I also have to agree that helmets never look good and as a kid I never wore one. When I got into motorcycles I swore I would never ride without one and I am glad I didn't. I had a spill about 12 years ago on mine and took a big divet out of it after flying through the air. I was very glad to have my helmet on as well as my riding gear that day. So when I decided to get back into bike riding I thought I better get me a brain bucket, and I have not ridden my bike yet as I haven't found a helmet that is comfortable yet.


----------



## gridtalker (Dec 7, 2006)

Ikenna1 said:


> My helmet looks so ugly on me that i don't even want to wear it in public.
> 
> 
> 
> ...


I dont think anyone looks cool with a bike helmet on


----------



## b-kul (Sep 20, 2009)

put flames on it. flames make everything cooler.


----------



## Trail_Blazer (May 30, 2012)

That's not a bad looking helmet to me. 
You will pay dearly for a nice looking one and women will still think you look dorky in it so save yourself some money.


----------



## shiggy (Dec 19, 1998)

tl1 said:


> You'd look like a roadie without it. Roadies would never wear a visor even though it makes more sense on the road where there are not many trees to shield your eyes from the sun.


I never use visors. In my normal riding position a visor blocks my forward vision.


----------



## beanbag (Nov 20, 2005)

How to Add Viking Horns to a Bicycle Helmet | eHow.com


----------



## SoWal_MTBer (Jan 4, 2012)

beanbag said:


> How to Add Viking Horns to a Bicycle Helmet | eHow.com


LOL! Classic man!


----------



## b-kul (Sep 20, 2009)

tl1 said:


> You'd look like a roadie without it. Roadies would never wear a visor even though it makes more sense on the road where there are not many trees to shield your eyes from the sun.


tons of bikes dont use visors on their xc lids, keene, benedict, hill, hart, weir... nor do i.


----------



## womble (Sep 8, 2006)

b-kul said:


> put flames on it. flames make everything cooler.


Plus speeds stripes to make you ride faster.

@OP: Seriously, it's a helmet. They all look kinda dorky to non-cyclists (even the super expensive, airbrushed TLD full face helmets that the DH crowd cream their pants over), so stop worrying about it.


----------



## Paul.C (Aug 13, 2011)

any of these should do the trick.

Amazon.com: Bike Helmet Mohawk


----------



## singletrack-sam (May 30, 2012)

tl1 said:


> You'd look like a roadie without it. Roadies would never wear a visor even though it makes more sense on the road where there are not many trees to shield your eyes from the sun.

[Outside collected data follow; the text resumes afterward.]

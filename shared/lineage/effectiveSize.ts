import { BadValue, finite, whole } from '../badValue';

/**
 * Effective population size (number of fish) of a breeding group: 4 Nm Nf / (Nm + Nf) (Wright 1931). Count the breeders that
 * left young, not all in the tank. With shares of parentage (any scale, by sex) each sex counts as 1 / sum of squared shares,
 * so that a male who sires nearly all counts for himself alone. 0 when a sex is missing. Throws a `BadValue` for counts that are not
 * whole from 0 on and for shares below zero or not numbers.
 */
export function effectiveSize(
  sex: { males: number; females: number } | { maleShares: number[]; femaleShares: number[] },
): number {
  const [males, females] =
    'males' in sex
      ? [whole('males', sex.males), whole('females', sex.females)]
      : [
          effectiveBreeders('share of a male', sex.maleShares),
          effectiveBreeders('share of a female', sex.femaleShares),
        ];
  return males > 0 && females > 0 ? (4 * males * females) / (males + females) : 0;
}

function effectiveBreeders(what: string, shares: number[]): number {
  const largest = shares.reduce((most, share) => Math.max(most, finite(what, share, { min: 0 })), 0);
  if (largest === 0) return 0;
  // Against the largest share, so that neither the sum nor the squares overflow.
  const scaled = shares.map((share) => share / largest);
  const sum = scaled.reduce((total, share) => total + share, 0);
  return sum ** 2 / scaled.reduce((total, share) => total + share ** 2, 0);
}

/**
 * Effective size of `breeders` (both sexes) from the variance of how many young they left that bred in turn:
 * 8 N / (Vm + Vf + 4), for a stable population with two such young each and equal sexes (Hill 1979, from memory).
 * With another mean number of young k: (N k - 1) / (k - 1 + V / k), V the mean of the two variances (Crow & Kimura 1970,
 * from memory); `null` when that has no answer (no young, or fewer than one parent's worth).
 */
export function effectiveSizeFromFamilies(families: {
  breeders: number;
  maleVariance: number;
  femaleVariance: number;
  meanYoung?: number;
}): number | null {
  const breeders = whole('breeders', families.breeders);
  const maleVariance = finite('variance among males', families.maleVariance, { min: 0 });
  const femaleVariance = finite('variance among females', families.femaleVariance, { min: 0 });
  const meanYoung = finite('mean number of young', families.meanYoung ?? 2, { min: 0 });
  if (meanYoung === 2) return (8 * breeders) / (maleVariance + femaleVariance + 4);
  if (meanYoung === 0) return null;
  const numerator = breeders * meanYoung - 1;
  const denominator = meanYoung - 1 + (maleVariance + femaleVariance) / (2 * meanYoung);
  return numerator > 0 && denominator > 0 ? numerator / denominator : null;
}

/**
 * Effective size over several generations: the harmonic mean of theirs (Wright 1938), so the smallest decides. 0 as soon as
 * one of them is 0. Throws a `BadValue` for an empty list and for sizes below zero or not numbers.
 */
export function harmonicEffectiveSize(sizes: number[]): number {
  if (sizes.length === 0) throw new BadValue('effective sizes', '', 'at least one generation is needed');
  const inverses = sizes.map((size) => 1 / finite('effective size', size, { min: 0 }));
  const sum = inverses.reduce((total, inverse) => total + inverse, 0);
  return Number.isFinite(sum) ? sizes.length / sum : 0;
}
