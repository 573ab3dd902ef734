import { type Parentage, type PedigreeEntry, pairsOf } from './pedigree';

export type Side = 'sire' | 'dam';

/** One possible parent of an entry and its chance; `id` null is all that is not known of that side. */
export type ParentShare = { side: Side; id: string | null; share: number };

/** A share that misses 1 by rounding only is certain. */
export const isPossibleParent = (share: number): boolean => share < 1 - 1e-9;

/** Every possible parent of an entry, each named once a side; the shares of a side sum to 1. */
export function parentShares(entry: PedigreeEntry): ParentShare[] {
  const pairs = pairsOf(entry);
  const total = sumOf(pairs);
  return (['sire', 'dam'] as const).flatMap((side) => {
    const shares = new Map<string | null, number>();
    for (const pair of pairs) {
      for (const { id, weight } of candidatesOf(pair[side])) {
        shares.set(id, (shares.get(id) ?? 0) + (weight * pair.weight) / total);
      }
    }
    return [...shares].map(([id, share]) => ({ side, id, share }));
  });
}

function candidatesOf(parentage: Parentage): { id: string | null; weight: number }[] {
  switch (parentage.kind) {
    case 'unknown':
      return [{ id: null, weight: 1 }];
    case 'known':
      return [{ id: parentage.id, weight: 1 }];
    default: {
      const total = sumOf(parentage.candidates);
      return parentage.candidates.map(({ id, weight }) => ({ id, weight: weight / total }));
    }
  }
}

const sumOf = (listed: { weight: number }[]): number => listed.reduce((sum, { weight }) => sum + weight, 0);
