import * as z from 'zod/mini';
import { endpoint, inRoom } from '../endpoint';
import { Id } from '../ids';
import { queryNumber } from '../shapes';

/** One change or removal that was not an entry. `change`: what it was before and after, by field. */
export const AuditLine = z.strictObject({
  id: Id,
  at: z.string(),
  /** Null for the program itself, and for an account that was deleted. */
  by: z.nullable(z.strictObject({ id: Id, name: z.string() })),
  action: z.string(),
  about: z.string(),
  aboutId: z.nullable(z.string()),
  change: z.record(z.string(), z.tuple([z.unknown(), z.unknown()])),
});
export type AuditLine = z.output<typeof AuditLine>;

/** Newest first; `before` is the id of the last line shown. */
export const listAudit = endpoint({
  method: 'GET',
  path: '/api/rooms/:roomId/audit',
  needs: 'audit:see',
  params: inRoom({}),
  query: z.strictObject({
    before: z.optional(Id),
    limit: z.optional(queryNumber(200)),
    aboutId: z.optional(z.string().check(z.maxLength(80, 'That is too long'))),
  }),
  output: z.strictObject({ lines: z.array(AuditLine), more: z.boolean() }),
});
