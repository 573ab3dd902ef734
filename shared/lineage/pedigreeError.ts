export type PedigreeFault =
  | 'cycle'
  | 'duplicateId'
  | 'unknownId'
  | 'badWeight'
  | 'noCandidates'
  | 'keyConflict'
  | 'bornAfter'
  | 'noAnimals'
  | 'badGeneration'
  | 'bothSexes'
  | 'noGroupFits'
  | 'noGroupFound'
  | 'tooLarge';

/** A pedigree, or a question about one, that has no answer. `ids` names the animals (or the keys) it is about. */
export class PedigreeError extends Error {
  override readonly name = 'PedigreeError';
  readonly reason: PedigreeFault;
  readonly ids: string[];

  constructor(reason: PedigreeFault, ids: string[], message: string) {
    super(message);
    this.reason = reason;
    this.ids = ids;
  }
}

export const unknownId = (id: string, where = 'the pedigree'): PedigreeError =>
  new PedigreeError('unknownId', [id], `${id} is not in ${where}. Add it, or record that parent as unknown`);

export const noAnimals = (what: string): PedigreeError =>
  new PedigreeError('noAnimals', [], `Choose at least one fish: ${what} of no fish cannot be worked out`);

/** `ring` in order: each is a parent of the one before it, and the first of the last. */
export const cycle = (ring: string[]): PedigreeError =>
  new PedigreeError(
    'cycle',
    ring,
    `${ring[0]} would be its own ancestor: ${[...ring, ring[0]].join(', child of ')}. Correct one of these parents`,
  );
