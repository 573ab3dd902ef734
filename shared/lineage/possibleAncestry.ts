import { withAncestors } from './ancestors';
import { OUTSIDE, type PairOption, rowFinder } from './parentOptions';
import type { PedigreeEntry } from './pedigree';
import { type SortedPedigree, sortPedigree } from './sortedPedigree';
import { kinshipAt } from './sweep';

/**
 * One animal's possible ancestors in order, itself last, each with its possible pairs as places in that order (for the one
 * animal behind a `oneOf` key: its candidates, as sires).
 */
export type PossibleAncestry = { options: PairOption[][]; isDraw: boolean[] };

export function possibleAncestry(pedigree: PedigreeEntry[], id: string): PossibleAncestry {
  const sorted = sortPedigree(pedigree);
  const nodes = withAncestors(sorted, [sorted.nodeOf[rowFinder(sorted.rowOf)(id)] ?? 0]);
  const placeOf = new Map(Array.from(nodes, (node, place) => [node, place]));
  const families = Array.from(nodes, (node) => sorted.familyOf[node] ?? 0);
  return {
    options: families.map((family) => optionsOf(sorted, family, (node) => placeOf.get(node) ?? OUTSIDE)),
    isDraw: families.map((family) => sorted.isDraw[family] === 1),
  };
}

function optionsOf({ pairs }: SortedPedigree, family: number, place: (node: number) => number): PairOption[] {
  const first = pairs.start[family] ?? 0;
  return Array.from({ length: (pairs.start[family + 1] ?? 0) - first }, (_, index) => ({
    sire: place(pairs.sire[first + index] ?? OUTSIDE),
    dam: place(pairs.dam[first + index] ?? OUTSIDE),
    weight: pairs.weight[first + index] ?? 0,
  }));
}

/** `fOf`: F of the last animal when `choice` settles every draw; only places from `changed` on differ from the last call. */
export function assignedKinships({ options, isDraw }: PossibleAncestry): {
  fOf(choice: number[], changed: number): number;
} {
  const last = options.length - 1;
  const values = new Float64Array((last * (last + 1)) / 2);
  return {
    fOf(choice, changed) {
      for (let place = changed; place < last; place += 1) {
        const pair = options[place]?.[choice[place] ?? 0];
        if (!pair) continue;
        if (isDraw[place]) fillAlias(values, place, pair.sire);
        else fillChild(values, place, pair);
      }
      const parents = options[last]?.[choice[last] ?? 0];
      return parents ? between(values, parents.sire, parents.dam) : 0;
    },
  };
}

/** The draw is the chosen candidate itself, or an animal from outside. */
function fillAlias(values: Float64Array, place: number, chosen: number): void {
  const row = (place * (place + 1)) / 2;
  for (let i = 0; i < place; i += 1) values[row + i] = between(values, chosen, i);
  values[row + place] = chosen === OUTSIDE ? 0.5 : between(values, chosen, chosen);
}

function fillChild(values: Float64Array, place: number, { sire, dam }: PairOption): void {
  const row = (place * (place + 1)) / 2;
  for (let i = 0; i < place; i += 1) values[row + i] = (between(values, sire, i) + between(values, dam, i)) / 2;
  values[row + place] = (1 + between(values, sire, dam)) / 2;
}

const between = (values: Float64Array, a: number, b: number): number =>
  a === OUTSIDE || b === OUTSIDE ? 0 : kinshipAt(values, a, b);
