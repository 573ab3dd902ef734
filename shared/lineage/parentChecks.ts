import type { Day } from '../days';
import { type Parentage, type PedigreeEntry, pairsOf } from './pedigree';
import { PedigreeError } from './pedigreeError';

/** What is recorded of a fish besides its parents; a brood's `bornOn` is the latest day that it may have been spawned. */
export type Recorded = { sex?: 'male' | 'female'; bornOn?: Day };

/** Something unlikely about a parent: a question for the keeper, not an error. */
export type ParentDoubt = { doubt: 'selfing' | 'sex'; child: string; parent: string };

/**
 * Throws `bornAfter`, naming child and parent, when a possible parent was born on or after the day its child was. Entries
 * without a recorded day pass.
 */
export function checkBirths(pedigree: PedigreeEntry[], recorded: Map<string, Recorded>): void {
  for (const entry of pedigree) {
    const born = recorded.get(entry.id)?.bornOn;
    if (born === undefined) continue;
    for (const { sire, dam } of pairsOf(entry)) {
      for (const parent of [...namesOf(sire), ...namesOf(dam)]) {
        if ((recorded.get(parent)?.bornOn ?? '') < born) continue;
        const message = `${parent} was not born yet when ${entry.id} was spawned. Correct one of the dates, or the parent`;
        throw new PedigreeError('bornAfter', [entry.id, parent], message);
      }
    }
  }
}

/** Certain parents that are one and the same fish, and possible parents recorded as the other sex; in the entries' order. */
export function doubtsOf(pedigree: PedigreeEntry[], recorded: Map<string, Recorded>): ParentDoubt[] {
  return pedigree.flatMap((entry) => {
    const found = new Map<string, ParentDoubt>();
    const add = (doubt: ParentDoubt['doubt'], parent: string) =>
      found.set(`${doubt} ${parent}`, { doubt, child: entry.id, parent });
    for (const { sire, dam } of pairsOf(entry)) {
      if (sire.kind === 'known' && dam.kind === 'known' && sire.id === dam.id) add('selfing', sire.id);
      for (const id of namesOf(sire)) if (recorded.get(id)?.sex === 'female') add('sex', id);
      for (const id of namesOf(dam)) if (recorded.get(id)?.sex === 'male') add('sex', id);
    }
    return [...found.values()];
  });
}

function namesOf(parentage: Parentage): string[] {
  switch (parentage.kind) {
    case 'unknown':
      return [];
    case 'known':
      return [parentage.id];
    default:
      return parentage.candidates.flatMap(({ id }) => id ?? []);
  }
}
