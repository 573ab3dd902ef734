import { parentShares, type Side } from './parentShares';
import type { Parentage, PedigreeEntry } from './pedigree';
import { sortPedigree } from './sortedPedigree';

/** Shares of one side's parents that no line stands for: `unknown` to anyone, or `hidden` because not among the entries. */
export type Undrawn = { unknown: number; hidden: number };

type ShownLine = { parent: string; child: string; side: Side; share: number };

/** What there is to draw: lines between entries, rows with the oldest as 0, and what no line stands for. */
export type ShownGraph = {
  lines: ShownLine[];
  rows: Map<string, number>;
  undrawn: Map<string, Record<Side, Undrawn>>;
};

/** Parents that are not among the entries are told apart from unknown ones; faults among the rest are refused. */
export function shownGraph(entries: PedigreeEntry[]): ShownGraph {
  const shown = new Set(entries.map(({ id }) => id));
  const ids = parentsFirst(entries, shown);
  const lines: ShownLine[] = [];
  const undrawn: ShownGraph['undrawn'] = new Map();
  for (const entry of entries) {
    const missing = { sire: { unknown: 0, hidden: 0 }, dam: { unknown: 0, hidden: 0 } };
    for (const { side, id, share } of parentShares(entry)) {
      if (id === null) missing[side].unknown += share;
      else if (shown.has(id)) lines.push({ parent: id, child: entry.id, side, share });
      else missing[side].hidden += share;
    }
    undrawn.set(entry.id, missing);
  }
  const isCut = (id: string) => (undrawn.get(id)?.sire.hidden ?? 0) + (undrawn.get(id)?.dam.hidden ?? 0) > 0;
  return { lines, rows: rowsOf(ids, lines, isCut), undrawn };
}

/**
 * Every entry one row below the lowest of its parents; founders stay on top. An entry whose parents are all left out is no
 * founder: it comes down to just above the highest of its young.
 */
function rowsOf(ids: string[], lines: ShownLine[], isCut: (id: string) => boolean): Map<string, number> {
  const parentsOf = new Map<string, string[]>(ids.map((id) => [id, []]));
  const youngOf = new Map<string, string[]>(ids.map((id) => [id, []]));
  for (const { parent, child } of lines) {
    parentsOf.get(child)?.push(parent);
    youngOf.get(parent)?.push(child);
  }
  const rows = new Map<string, number>();
  const rowOf = (id: string) => rows.get(id) ?? 0;
  for (const id of ids) {
    const above = (parentsOf.get(id) ?? []).map(rowOf);
    rows.set(id, Math.max(-1, ...above) + 1);
  }
  for (const id of ids) {
    const young = (youngOf.get(id) ?? []).map(rowOf);
    if (isCut(id) && parentsOf.get(id)?.length === 0 && young.length > 0) rows.set(id, Math.min(...young) - 1);
  }
  return rows;
}

/** Ids with parents first. Sorting the drawn part as a pedigree of its own finds cycles, doubles and bad shares. */
function parentsFirst(entries: PedigreeEntry[], shown: Set<string>): string[] {
  const { ids, nodeOf } = sortPedigree(entries.map((entry) => drawnPart(entry, shown)));
  const rows = Array.from(ids.keys()).sort((a, b) => (nodeOf[a] ?? 0) - (nodeOf[b] ?? 0));
  return rows.flatMap((row) => ids[row] ?? []);
}

/** The entry with every parent outside the drawing taken for an unknown one. */
function drawnPart(entry: PedigreeEntry, shown: Set<string>): PedigreeEntry {
  const drawn = (parentage: Parentage): Parentage => {
    switch (parentage.kind) {
      case 'unknown':
        return parentage;
      case 'known':
        return shown.has(parentage.id) ? parentage : { kind: 'unknown' };
      default: {
        const candidates = parentage.candidates.map(({ id, weight }) => ({
          id: id !== null && shown.has(id) ? id : null,
          weight,
        }));
        return { ...parentage, candidates };
      }
    }
  };
  const pair = <P extends { sire: Parentage; dam: Parentage }>(of: P): P => ({
    ...of,
    sire: drawn(of.sire),
    dam: drawn(of.dam),
  });
  return 'from' in entry ? { id: entry.id, from: entry.from.map(pair) } : pair(entry);
}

I think it's more to help with the strobe light effect from the sun going between trees as you ride.


----------



## Shark (Feb 4, 2006)

Go to LBS & get a decent helmet.
Take off plastic visor.
Continue wearing helmet & don't worry so much, nobody will make fun of your helmet if you are rippin' up the trails.

Any option is better than no helmet. A helmet saved my life a couple years ago.


----------



## HOODFIELD (Jul 15, 2012)

When I was younger and my mother made me wear a helmet I felt like everyone was staring at me. I would even take it off and rock it on the handlebars when she wasn't looking. Now that I'm an adult I feel the exact opposite. When I first got my bike I didn't buy a helmet, went to a park and I felt like everyone was staring at me because I was the only one without a helmet. Bought a helmet that same day. 

About a week later I was at the park taking my bike off the rack when a little girl, maybe 5 years old came up to me and asked me where my helmet was. Luckly I had one to show her. So I'm glad I'm not "that guy" who doesn't wear a helmet. I would have hated to leave a bad impression on that kid.


----------



## KingofWylieTX (Jul 30, 2012)

There are some different helmet accessories for motorcycle helmets that you could out on there that might look kind of cool (mohawk stickies, stickers, spikes). 

I don't care if I look goofy, I'm just looking to protect my head while I'm out there having fun.....I don't really care......but, I'm married and have kids....so I don't need to impress any girl bikers I might come across.


----------